Suffering from a range of health ailments, he had little time to look for employment or seek independent housing. Still, given his long prison record, he said that even if he were healthy, he expects he would have difficulty finding living-wage employment.

At the time of his Project Homecoming interviews, Mike was taking medications to help him manage schizophrenia, paranoia, PTSD, and stage-four cancer (diagnosed after his release from prison). He indicated that he wanted to try to make a life for himself out of prison and “find someone to love.” He was supporting himself and managing his medical and mental health issues on the $985 per month he received as disability payment from the veterans administration.

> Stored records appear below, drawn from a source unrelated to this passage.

import type { Meter } from "./budget.js";
import { Entries, type WholeEntries } from "./entries.js";
import { gcdSafe } from "./integer.js";
import type { ExactRows } from "./rows.js";
import { Surd } from "./surd.js";

/** One product in a signed sum of products. */
export interface SignedProduct {
  readonly left: ExactRows;
  readonly right: ExactRows;
  readonly sign: 1 | -1;
}

const MOST = Number.MAX_SAFE_INTEGER;

/**
 * Σ ± A B of n × n matrices in sparse rows, row by row (Gustavson, ACM Trans. Math. Softw. 4, 250 (1978)). In machine integers where all factors allow it
 * and no partial sum outgrows them, otherwise in exact numbers of any size.
 *
 * @param products - factors of one set of sizes n × n; where machine integers are used, all products share one denominator
 * @param meter - counts multiplications and weighs results
 */
export function sumOfProducts(n: number, products: readonly SignedProduct[], meter: Meter): ExactRows {
  return wholeSum(n, products, meter) ?? surdSum(n, products, meter);
}

/** Walks over the contributions of one product to one row. */
function walkRow(
  row: number,
  left: ExactRows,
  right: ExactRows,
  visit: (j: number, e: number, f: number) => void,
): void {
  const end = left.ptr[row + 1] as number;
  for (let e = left.ptr[row] as number; e < end; e++) {
    const k = left.col[e] as number;
    const last = right.ptr[k + 1] as number;
    for (let f = right.ptr[k] as number; f < last; f++) visit(right.col[f] as number, e, f);
  }
}

/** The touched columns of one row. */
class Touched {
  readonly list: number[] = [];
  readonly #marks: Int32Array;

  constructor(n: number) {
    this.#marks = new Int32Array(n).fill(-1);
  }

  /** Whether column j is new in this row. */
  isNew(row: number, j: number): boolean {
    if (this.#marks[j] === row) return false;
    this.#marks[j] = row;
    this.list.push(j);
    return true;
  }

  /** Hands the columns out in order and starts afresh. */
  drain(use: (j: number) => void): void {
    this.list.sort((a, b) => a - b);
    for (const j of this.list) use(j);
    this.list.length = 0;
  }
}

interface WholeProduct extends SignedProduct {
  readonly a: WholeEntries;
  readonly b: WholeEntries;
}

/** Undefined where a factor or a partial sum does not fit. */
function wholeSum(n: number, products: readonly SignedProduct[], meter: Meter): ExactRows | undefined {
  const factors: WholeProduct[] = [];
  for (const product of products) {
    const [a, b] = [product.left.entries.whole, product.right.entries.whole];
    if (a === undefined || b === undefined) return undefined;
    factors.push({ ...product, a, b });
  }
  const den = factors[0] === undefined ? 1 : factors[0].a.den * factors[0].b.den;
  if (den > MOST || factors.some(({ a, b }) => a.den * b.den !== den)) return undefined;
  const complex = factors.some(({ a, b }) => a.im !== undefined || b.im !== undefined);
  const ptr = new Int32Array(n + 1);
  const col: number[] = [];
  const re: number[] = [];
  const im: number[] = [];
  const x = new Float64Array(n);
  const y = new Float64Array(n);
  const touched = new Touched(n);
  // bounds every product and every partial sum: all were exact if it is safe
  let largest = 0;
  for (let row = 0; row < n; row++) {
    for (const factor of factors) {
      const size = complex
        ? addComplexRow(row, factor, touched, x, y, meter)
        : addRealRow(row, factor, touched, x, meter);
      if (size > largest) largest = size;
    }
    if (largest > MOST) return undefined;
    touched.drain((j) => {
      const [real, imaginary] = [x[j] as number, complex ? (y[j] as number) : 0];
      if (real === 0 && imaginary === 0) return;
      col.push(j);
      // + 0 turns −0 into 0
      re.push(real + 0);
      if (complex) im.push(imaginary + 0);
    });
    ptr[row + 1] = col.length;
  }
  const isComplex = im.some((v) => v !== 0);
  const whole = { re: Float64Array.from(re), im: isComplex ? Float64Array.from(im) : undefined, den };
  return { ptr, col: Int32Array.from(col), entries: Entries.ofWhole(lowest(whole)) };
}

/**
 * Adds ± A B to row sums in machine integers.
 *
 * @param x - the sums by column, where `touched`
 * @returns the largest |product| + |sum before|, in doubles: where a true one is beyond 2^53, so is this
 */
function addRealRow(
  row: number,
  { left, right, sign, a, b }: WholeProduct,
  touched: Touched,
  x: Float64Array,
  meter: Meter,
): number {
  const [aRe, bRe, aCol, bCol, bPtr] = [a.re, b.re, left.col, right.col, right.ptr];
  let largest = 0;
  const end = left.ptr[row + 1] as number;
  for (let e = left.ptr[row] as number; e < end; e++) {
    const u = sign * (aRe[e] as number);
    const k = aCol[e] as number;
    const last = bPtr[k + 1] as number;
    const first = bPtr[k] as number;
    meter.spend(last - first);
    for (let f = first; f < last; f++) {
      const j = bCol[f] as number;
      const product = u * (bRe[f] as number);
      const before = touched.isNew(row, j) ? 0 : (x[j] as number);
      const size = Math.abs(product) + Math.abs(before);
      if (size > largest) largest = size;
      x[j] = before + product;
    }
  }
  return largest;
}

/** The same for complex numbers, real and imaginary sums apart. */
function addComplexRow(
  row: number,
  { left, right, sign, a, b }: WholeProduct,
  touched: Touched,
  x: Float64Array,
  y: Float64Array,
  meter: Meter,
): number {
  let largest = 0;
  let steps = 0;
  walkRow(row, left, right, (j, e, f) => {
    steps += 4;
    const [u, v] = [sign * (a.re[e] as number), a.im === undefined ? 0 : sign * (a.im[e] as number)];
    const [s, t] = [b.re[f] as number, b.im === undefined ? 0 : (b.im[f] as number)];
    const [us, vt, ut, vs] = [u * s, v * t, u * t, v * s];
    const fresh = touched.isNew(row, j);
    const [re, im] = fresh ? [0, 0] : [x[j] as number, y[j] as number];
    const onRe = Math.abs(us) + Math.abs(vt) + Math.abs(re);
    const onIm = Math.abs(ut) + Math.abs(vs) + Math.abs(im);
    largest = Math.max(largest, onRe, onIm);
    x[j] = re + (us - vt);
    y[j] = im + (ut + vs);
  });
  meter.spend(steps);
  return largest;
}

/** Takes a common divisor of all numbers out, so that denominators do not grow without need. */
function lowest(whole: WholeEntries): WholeEntries {
  if (whole.den === 1) return whole;
  let divisor = whole.den;
  for (const list of [whole.re, whole.im ?? new Float64Array(0)]) {
    for (let k = 0; k < list.length && divisor > 1; k++) divisor = gcdWithSafe(divisor, list[k] as number);
  }
  if (divisor === 1) return whole;
  const divided = (list: Float64Array): Float64Array => list.map((n) => n / divisor);
  return { re: divided(whole.re), im: whole.im && divided(whole.im), den: whole.den / divisor };
}

function gcdWithSafe(divisor: number, n: number): number {
  return n % divisor === 0 ? divisor : gcdSafe(divisor, n);
}

function surdSum(n: number, products: readonly SignedProduct[], meter: Meter): ExactRows {
  const ptr = new Int32Array(n + 1);
  const col: number[] = [];
  const values: Surd[] = [];
  const sums: Surd[] = new Array<Surd>(n).fill(Surd.zero);
  const touched = new Touched(n);
  for (let row = 0; row < n; row++) {
    for (const { left, right, sign } of products) {
      const [a, b] = [left.entries.surds, right.entries.surds];
      let steps = 0;
      walkRow(row, left, right, (j, e, f) => {
        steps++;
        const product = (a[e] as Surd).times(b[f] as Surd);
        const signed = sign === 1 ? product : product.negate();
        sums[j] = touched.isNew(row, j) ? signed : (sums[j] as Surd).plus(signed);
      });
      meter.spendProducts(steps);
    }
    touched.drain((j) => {
      const sum = sums[j] as Surd;
      if (sum.isZero) return;
      meter.weigh(sum.largeTerms);
      col.push(j);
      values.push(sum);
    });
    ptr[row + 1] = col.length;
  }
  return { ptr, col: Int32Array.from(col), entries: Entries.ofSurds(values) };
}
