import { type ExactBudget, Meter } from "./budget.js";
import { requireVectors } from "./guards.js";
import type { ExactVector } from "./vector.js";

/** Mutually orthogonal vectors, and which of the given ones added nothing. */
export interface Orthogonalised {
  /** In the order of the given vectors, primitive, not normalised; they span what the given ones span. */
  readonly vectors: readonly ExactVector[];
  /** Places of given vectors that are combinations of earlier ones. */
  readonly dependent: readonly number[];
}

/**
 * Gram–Schmidt without square roots: v − Σ u ⟨u|v⟩ / ⟨u|u⟩ for each vector in turn. Exact, so the order of subtractions does
 * not matter.
 *
 * @throws GoodBasisError `shape` - vectors over different numbers of kets; `budget`
 *
 * @example
 * ```ts
 * import { ExactVector, orthogonalise } from "goodbasis";
 *
 * const { vectors } = orthogonalise([ExactVector.from([1, 1, 0]), ExactVector.from([1, 0, 1])]);
 * console.log(vectors[1]?.component(0).text(), vectors[1]?.squaredNorm.text()); // 1 6
 * ```
 */
export function orthogonalise(vectors: readonly ExactVector[], budget?: ExactBudget): Orthogonalised {
  requireVectors("orthogonalise", vectors);
  const meter = new Meter("orthogonalise", budget);
  const done: ExactVector[] = [];
  const dependent: number[] = [];
  for (const [place, vector] of vectors.entries()) {
    let rest = vector;
    for (const unit of done) {
      meter.spendProducts(unit.values.length);
      const overlap = unit.inner(vector);
      if (overlap.isZero) continue;
      meter.spendProducts(unit.values.length);
      rest = rest.plus(unit, overlap.over(unit.squaredNorm).negate());
    }
    if (rest.isZero) {
      dependent.push(place);
      continue;
    }
    rest = rest.primitive();
    for (const x of rest.values) meter.weigh(x.largeTerms);
    done.push(rest);
  }
  return { vectors: done, dependent };
}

Looking five years into the future, Mike had this to say:

Well, five years from now I’m hoping to be…comfortably remarried…able to love somebody again, because I haven’t really been able to experience love. Every woman I’ve been with, she ends up having to deal with my…attitude, [not] like [my] present attitude. And, my violent actions; like I’ve been locked up, you know what I mean. Being locked up in isolation had a real effect on me.

Mike paused for a long time, perhaps looking for the right words to capture so many varied experiences. He resumed, “[Isolation] made me really hate and wanna kill.  Seriously…it was real, not imagined.”

Mike was the oldest Project Homecoming participant. Since participating and prior to the publication of Lifetime Lockdown, Mike passed away.